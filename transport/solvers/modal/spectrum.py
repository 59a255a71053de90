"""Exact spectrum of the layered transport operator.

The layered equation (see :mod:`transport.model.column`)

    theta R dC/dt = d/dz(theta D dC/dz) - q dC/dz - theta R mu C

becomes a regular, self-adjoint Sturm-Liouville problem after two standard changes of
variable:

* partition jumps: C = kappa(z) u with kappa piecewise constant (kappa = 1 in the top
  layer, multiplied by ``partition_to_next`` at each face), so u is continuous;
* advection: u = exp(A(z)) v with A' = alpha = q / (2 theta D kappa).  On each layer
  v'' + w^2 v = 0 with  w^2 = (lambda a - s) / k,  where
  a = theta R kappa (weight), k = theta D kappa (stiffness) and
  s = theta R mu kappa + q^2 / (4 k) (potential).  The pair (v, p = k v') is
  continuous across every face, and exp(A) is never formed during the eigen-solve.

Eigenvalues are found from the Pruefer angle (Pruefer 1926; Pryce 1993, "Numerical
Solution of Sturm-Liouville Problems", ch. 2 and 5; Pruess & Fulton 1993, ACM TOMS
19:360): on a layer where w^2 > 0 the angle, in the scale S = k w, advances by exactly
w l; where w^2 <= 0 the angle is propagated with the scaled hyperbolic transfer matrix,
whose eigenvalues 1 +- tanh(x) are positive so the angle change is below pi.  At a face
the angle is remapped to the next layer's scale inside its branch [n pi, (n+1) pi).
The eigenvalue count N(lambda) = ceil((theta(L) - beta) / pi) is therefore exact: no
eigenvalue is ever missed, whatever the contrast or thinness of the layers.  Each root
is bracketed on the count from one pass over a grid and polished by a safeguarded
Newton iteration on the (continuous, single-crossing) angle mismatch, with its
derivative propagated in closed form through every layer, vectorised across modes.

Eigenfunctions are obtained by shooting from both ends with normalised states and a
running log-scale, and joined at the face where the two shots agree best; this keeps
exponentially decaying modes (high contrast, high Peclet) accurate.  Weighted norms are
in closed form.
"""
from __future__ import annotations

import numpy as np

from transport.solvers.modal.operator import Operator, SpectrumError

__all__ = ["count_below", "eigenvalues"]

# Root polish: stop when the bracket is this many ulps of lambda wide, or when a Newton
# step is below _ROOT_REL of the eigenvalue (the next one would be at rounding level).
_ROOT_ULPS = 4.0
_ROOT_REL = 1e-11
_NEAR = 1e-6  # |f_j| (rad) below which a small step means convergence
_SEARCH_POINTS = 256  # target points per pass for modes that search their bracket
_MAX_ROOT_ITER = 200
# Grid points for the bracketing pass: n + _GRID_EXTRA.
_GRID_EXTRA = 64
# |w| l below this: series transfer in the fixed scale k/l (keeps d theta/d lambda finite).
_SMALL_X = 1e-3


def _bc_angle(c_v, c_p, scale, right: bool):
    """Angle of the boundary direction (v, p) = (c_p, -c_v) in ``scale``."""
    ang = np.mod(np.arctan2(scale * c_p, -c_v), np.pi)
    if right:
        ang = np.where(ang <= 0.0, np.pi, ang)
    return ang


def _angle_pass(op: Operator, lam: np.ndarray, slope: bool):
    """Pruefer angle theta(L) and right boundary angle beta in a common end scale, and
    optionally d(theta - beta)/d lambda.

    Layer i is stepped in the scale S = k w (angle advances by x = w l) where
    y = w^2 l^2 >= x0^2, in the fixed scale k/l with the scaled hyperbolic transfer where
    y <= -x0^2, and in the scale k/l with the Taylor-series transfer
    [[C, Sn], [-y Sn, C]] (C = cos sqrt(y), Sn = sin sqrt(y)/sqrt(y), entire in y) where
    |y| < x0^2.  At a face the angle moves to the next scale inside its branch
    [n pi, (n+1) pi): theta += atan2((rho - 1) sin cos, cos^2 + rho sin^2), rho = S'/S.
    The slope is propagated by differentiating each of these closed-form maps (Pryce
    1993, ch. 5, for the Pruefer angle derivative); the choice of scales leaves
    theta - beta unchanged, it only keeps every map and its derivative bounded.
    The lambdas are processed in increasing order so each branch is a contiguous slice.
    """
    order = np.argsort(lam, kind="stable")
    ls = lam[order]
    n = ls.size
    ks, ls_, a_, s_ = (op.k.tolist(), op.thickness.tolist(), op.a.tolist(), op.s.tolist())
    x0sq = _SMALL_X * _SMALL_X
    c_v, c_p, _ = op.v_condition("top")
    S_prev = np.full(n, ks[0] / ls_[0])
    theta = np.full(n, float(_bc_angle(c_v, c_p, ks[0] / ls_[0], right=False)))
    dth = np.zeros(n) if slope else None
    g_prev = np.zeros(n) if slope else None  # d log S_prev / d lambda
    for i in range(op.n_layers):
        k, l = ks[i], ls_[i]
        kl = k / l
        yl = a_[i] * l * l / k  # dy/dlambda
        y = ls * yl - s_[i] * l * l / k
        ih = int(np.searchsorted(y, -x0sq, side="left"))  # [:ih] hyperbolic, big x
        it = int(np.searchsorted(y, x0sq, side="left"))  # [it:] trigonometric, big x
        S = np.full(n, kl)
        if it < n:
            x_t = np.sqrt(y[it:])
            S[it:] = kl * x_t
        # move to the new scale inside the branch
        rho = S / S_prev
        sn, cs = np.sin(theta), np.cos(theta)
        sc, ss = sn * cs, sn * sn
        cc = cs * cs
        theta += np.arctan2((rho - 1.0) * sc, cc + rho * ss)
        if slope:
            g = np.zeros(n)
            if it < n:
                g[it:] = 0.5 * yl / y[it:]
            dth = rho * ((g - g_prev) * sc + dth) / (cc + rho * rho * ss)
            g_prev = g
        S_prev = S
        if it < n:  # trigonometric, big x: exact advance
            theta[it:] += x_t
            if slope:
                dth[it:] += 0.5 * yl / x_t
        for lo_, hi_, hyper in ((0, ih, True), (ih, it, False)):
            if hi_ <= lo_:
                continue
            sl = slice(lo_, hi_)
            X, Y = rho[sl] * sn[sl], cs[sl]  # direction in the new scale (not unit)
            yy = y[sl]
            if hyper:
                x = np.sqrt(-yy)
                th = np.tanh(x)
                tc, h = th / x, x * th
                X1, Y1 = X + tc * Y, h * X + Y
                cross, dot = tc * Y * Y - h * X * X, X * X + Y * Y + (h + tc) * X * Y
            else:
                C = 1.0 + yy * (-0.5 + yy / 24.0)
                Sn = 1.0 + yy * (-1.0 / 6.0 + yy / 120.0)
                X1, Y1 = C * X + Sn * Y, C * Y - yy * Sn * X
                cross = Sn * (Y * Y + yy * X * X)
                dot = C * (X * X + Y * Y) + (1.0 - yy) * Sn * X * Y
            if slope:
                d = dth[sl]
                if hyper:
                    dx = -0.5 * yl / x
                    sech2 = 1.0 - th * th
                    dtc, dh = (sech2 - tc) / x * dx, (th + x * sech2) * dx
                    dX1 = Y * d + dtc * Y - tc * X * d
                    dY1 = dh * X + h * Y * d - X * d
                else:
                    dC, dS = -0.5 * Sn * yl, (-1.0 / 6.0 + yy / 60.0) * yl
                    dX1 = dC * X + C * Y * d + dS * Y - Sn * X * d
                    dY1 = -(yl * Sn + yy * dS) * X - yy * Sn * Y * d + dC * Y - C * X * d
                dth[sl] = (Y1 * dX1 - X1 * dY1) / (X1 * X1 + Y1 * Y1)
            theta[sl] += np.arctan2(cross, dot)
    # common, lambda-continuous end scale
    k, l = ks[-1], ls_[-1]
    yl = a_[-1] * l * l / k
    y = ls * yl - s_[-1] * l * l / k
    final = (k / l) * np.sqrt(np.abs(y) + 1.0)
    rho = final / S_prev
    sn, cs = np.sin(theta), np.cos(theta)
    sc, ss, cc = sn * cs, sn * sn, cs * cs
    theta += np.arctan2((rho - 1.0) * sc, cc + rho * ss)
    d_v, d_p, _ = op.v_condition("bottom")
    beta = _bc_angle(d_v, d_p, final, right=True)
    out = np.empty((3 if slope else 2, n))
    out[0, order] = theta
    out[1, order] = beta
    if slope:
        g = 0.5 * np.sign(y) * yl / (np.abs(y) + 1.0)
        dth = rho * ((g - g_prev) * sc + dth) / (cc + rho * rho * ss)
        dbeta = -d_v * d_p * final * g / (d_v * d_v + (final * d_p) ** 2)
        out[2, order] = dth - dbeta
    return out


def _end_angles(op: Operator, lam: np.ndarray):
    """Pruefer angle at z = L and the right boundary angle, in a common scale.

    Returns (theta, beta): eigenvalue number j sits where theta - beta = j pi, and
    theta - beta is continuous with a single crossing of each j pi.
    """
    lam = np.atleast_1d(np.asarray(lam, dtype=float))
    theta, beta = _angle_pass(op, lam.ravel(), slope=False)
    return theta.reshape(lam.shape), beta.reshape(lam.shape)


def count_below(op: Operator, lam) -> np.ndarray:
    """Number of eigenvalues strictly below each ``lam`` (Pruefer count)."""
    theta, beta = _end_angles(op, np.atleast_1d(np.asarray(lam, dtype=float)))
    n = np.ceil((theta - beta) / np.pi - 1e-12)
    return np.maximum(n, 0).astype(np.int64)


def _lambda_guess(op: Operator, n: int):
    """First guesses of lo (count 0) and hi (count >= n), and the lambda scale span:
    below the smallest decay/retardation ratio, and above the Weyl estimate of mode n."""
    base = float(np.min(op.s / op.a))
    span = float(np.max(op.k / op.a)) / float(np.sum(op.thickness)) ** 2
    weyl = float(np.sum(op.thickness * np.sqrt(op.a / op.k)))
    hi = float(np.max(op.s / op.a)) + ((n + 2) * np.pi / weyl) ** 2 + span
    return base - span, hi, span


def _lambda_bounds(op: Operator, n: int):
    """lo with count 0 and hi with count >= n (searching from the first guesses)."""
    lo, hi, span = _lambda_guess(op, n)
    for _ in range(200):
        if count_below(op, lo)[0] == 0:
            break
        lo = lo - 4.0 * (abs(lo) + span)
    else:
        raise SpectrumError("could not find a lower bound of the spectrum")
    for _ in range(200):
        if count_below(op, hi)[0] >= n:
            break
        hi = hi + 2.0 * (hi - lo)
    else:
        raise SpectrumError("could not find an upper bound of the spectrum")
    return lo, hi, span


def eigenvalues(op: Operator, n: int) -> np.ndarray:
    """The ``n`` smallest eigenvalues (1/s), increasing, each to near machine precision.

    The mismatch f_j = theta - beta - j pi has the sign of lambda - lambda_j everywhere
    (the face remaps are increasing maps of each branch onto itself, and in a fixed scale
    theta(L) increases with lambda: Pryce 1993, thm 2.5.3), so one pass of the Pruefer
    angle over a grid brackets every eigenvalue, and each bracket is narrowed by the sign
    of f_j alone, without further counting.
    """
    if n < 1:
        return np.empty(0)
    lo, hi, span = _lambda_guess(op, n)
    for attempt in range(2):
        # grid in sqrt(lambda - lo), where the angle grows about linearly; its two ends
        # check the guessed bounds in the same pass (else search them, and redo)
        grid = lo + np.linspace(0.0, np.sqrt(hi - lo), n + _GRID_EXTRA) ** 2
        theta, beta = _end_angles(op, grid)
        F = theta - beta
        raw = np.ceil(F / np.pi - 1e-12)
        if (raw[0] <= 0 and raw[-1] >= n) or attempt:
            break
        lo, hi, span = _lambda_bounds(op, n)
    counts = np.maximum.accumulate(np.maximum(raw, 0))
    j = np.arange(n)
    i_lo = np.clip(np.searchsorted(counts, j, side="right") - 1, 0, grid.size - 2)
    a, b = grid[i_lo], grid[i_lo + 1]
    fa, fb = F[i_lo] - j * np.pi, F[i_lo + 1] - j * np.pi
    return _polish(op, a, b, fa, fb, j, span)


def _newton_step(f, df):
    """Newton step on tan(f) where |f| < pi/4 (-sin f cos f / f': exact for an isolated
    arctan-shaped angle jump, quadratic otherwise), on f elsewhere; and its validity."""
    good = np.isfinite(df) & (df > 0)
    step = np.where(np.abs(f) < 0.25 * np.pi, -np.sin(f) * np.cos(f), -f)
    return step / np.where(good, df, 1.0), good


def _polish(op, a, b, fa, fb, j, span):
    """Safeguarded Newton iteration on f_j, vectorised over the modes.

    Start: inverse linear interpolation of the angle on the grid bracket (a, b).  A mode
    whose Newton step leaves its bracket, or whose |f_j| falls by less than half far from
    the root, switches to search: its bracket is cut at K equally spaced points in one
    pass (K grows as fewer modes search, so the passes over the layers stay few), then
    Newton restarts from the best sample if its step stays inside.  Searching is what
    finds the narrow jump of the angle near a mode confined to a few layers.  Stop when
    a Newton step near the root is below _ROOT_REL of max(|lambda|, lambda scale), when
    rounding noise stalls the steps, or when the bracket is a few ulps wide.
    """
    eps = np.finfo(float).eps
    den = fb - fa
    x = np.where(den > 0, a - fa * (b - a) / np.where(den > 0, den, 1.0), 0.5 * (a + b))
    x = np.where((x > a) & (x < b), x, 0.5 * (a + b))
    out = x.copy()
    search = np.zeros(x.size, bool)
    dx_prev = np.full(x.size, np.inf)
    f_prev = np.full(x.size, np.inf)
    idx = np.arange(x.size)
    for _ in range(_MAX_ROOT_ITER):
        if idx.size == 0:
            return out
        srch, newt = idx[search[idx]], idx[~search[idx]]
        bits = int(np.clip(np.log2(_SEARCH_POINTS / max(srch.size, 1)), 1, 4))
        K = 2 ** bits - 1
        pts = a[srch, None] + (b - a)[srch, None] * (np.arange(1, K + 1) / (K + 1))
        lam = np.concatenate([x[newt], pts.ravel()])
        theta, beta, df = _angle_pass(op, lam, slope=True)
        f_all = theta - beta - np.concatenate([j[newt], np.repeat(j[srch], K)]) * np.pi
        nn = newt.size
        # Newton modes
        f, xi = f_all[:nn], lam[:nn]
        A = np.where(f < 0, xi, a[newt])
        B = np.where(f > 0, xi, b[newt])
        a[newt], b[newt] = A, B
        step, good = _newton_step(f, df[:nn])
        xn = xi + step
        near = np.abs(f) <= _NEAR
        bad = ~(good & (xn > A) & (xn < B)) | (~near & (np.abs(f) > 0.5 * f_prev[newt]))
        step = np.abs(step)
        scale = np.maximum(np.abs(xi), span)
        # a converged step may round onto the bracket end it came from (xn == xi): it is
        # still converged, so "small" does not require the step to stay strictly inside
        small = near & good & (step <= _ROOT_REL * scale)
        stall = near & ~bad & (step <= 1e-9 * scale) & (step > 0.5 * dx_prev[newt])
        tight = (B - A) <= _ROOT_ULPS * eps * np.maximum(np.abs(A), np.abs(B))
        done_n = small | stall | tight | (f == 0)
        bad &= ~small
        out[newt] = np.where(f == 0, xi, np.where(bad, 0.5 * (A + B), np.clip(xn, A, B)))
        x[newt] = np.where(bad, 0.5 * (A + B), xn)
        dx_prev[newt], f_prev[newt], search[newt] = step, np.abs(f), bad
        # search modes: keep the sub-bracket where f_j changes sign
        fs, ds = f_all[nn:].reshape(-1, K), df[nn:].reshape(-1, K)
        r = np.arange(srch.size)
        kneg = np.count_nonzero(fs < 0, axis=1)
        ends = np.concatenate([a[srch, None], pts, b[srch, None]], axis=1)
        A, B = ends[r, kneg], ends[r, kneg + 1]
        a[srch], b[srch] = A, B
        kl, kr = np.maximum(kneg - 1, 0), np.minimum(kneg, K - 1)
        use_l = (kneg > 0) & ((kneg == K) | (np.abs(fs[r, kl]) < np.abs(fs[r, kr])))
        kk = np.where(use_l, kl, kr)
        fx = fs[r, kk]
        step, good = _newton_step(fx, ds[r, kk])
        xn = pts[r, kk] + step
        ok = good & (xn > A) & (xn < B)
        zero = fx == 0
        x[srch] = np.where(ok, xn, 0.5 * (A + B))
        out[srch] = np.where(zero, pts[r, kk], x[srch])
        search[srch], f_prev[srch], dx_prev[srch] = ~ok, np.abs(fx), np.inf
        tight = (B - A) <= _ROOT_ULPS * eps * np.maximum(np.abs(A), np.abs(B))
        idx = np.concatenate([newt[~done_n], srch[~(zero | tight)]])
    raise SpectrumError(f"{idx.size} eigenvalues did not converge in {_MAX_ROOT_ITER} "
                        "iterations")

● Task: Count lines, not occurrences: report how many lines in the entries above include the word "modal", as a number alone.

● Your solution: 2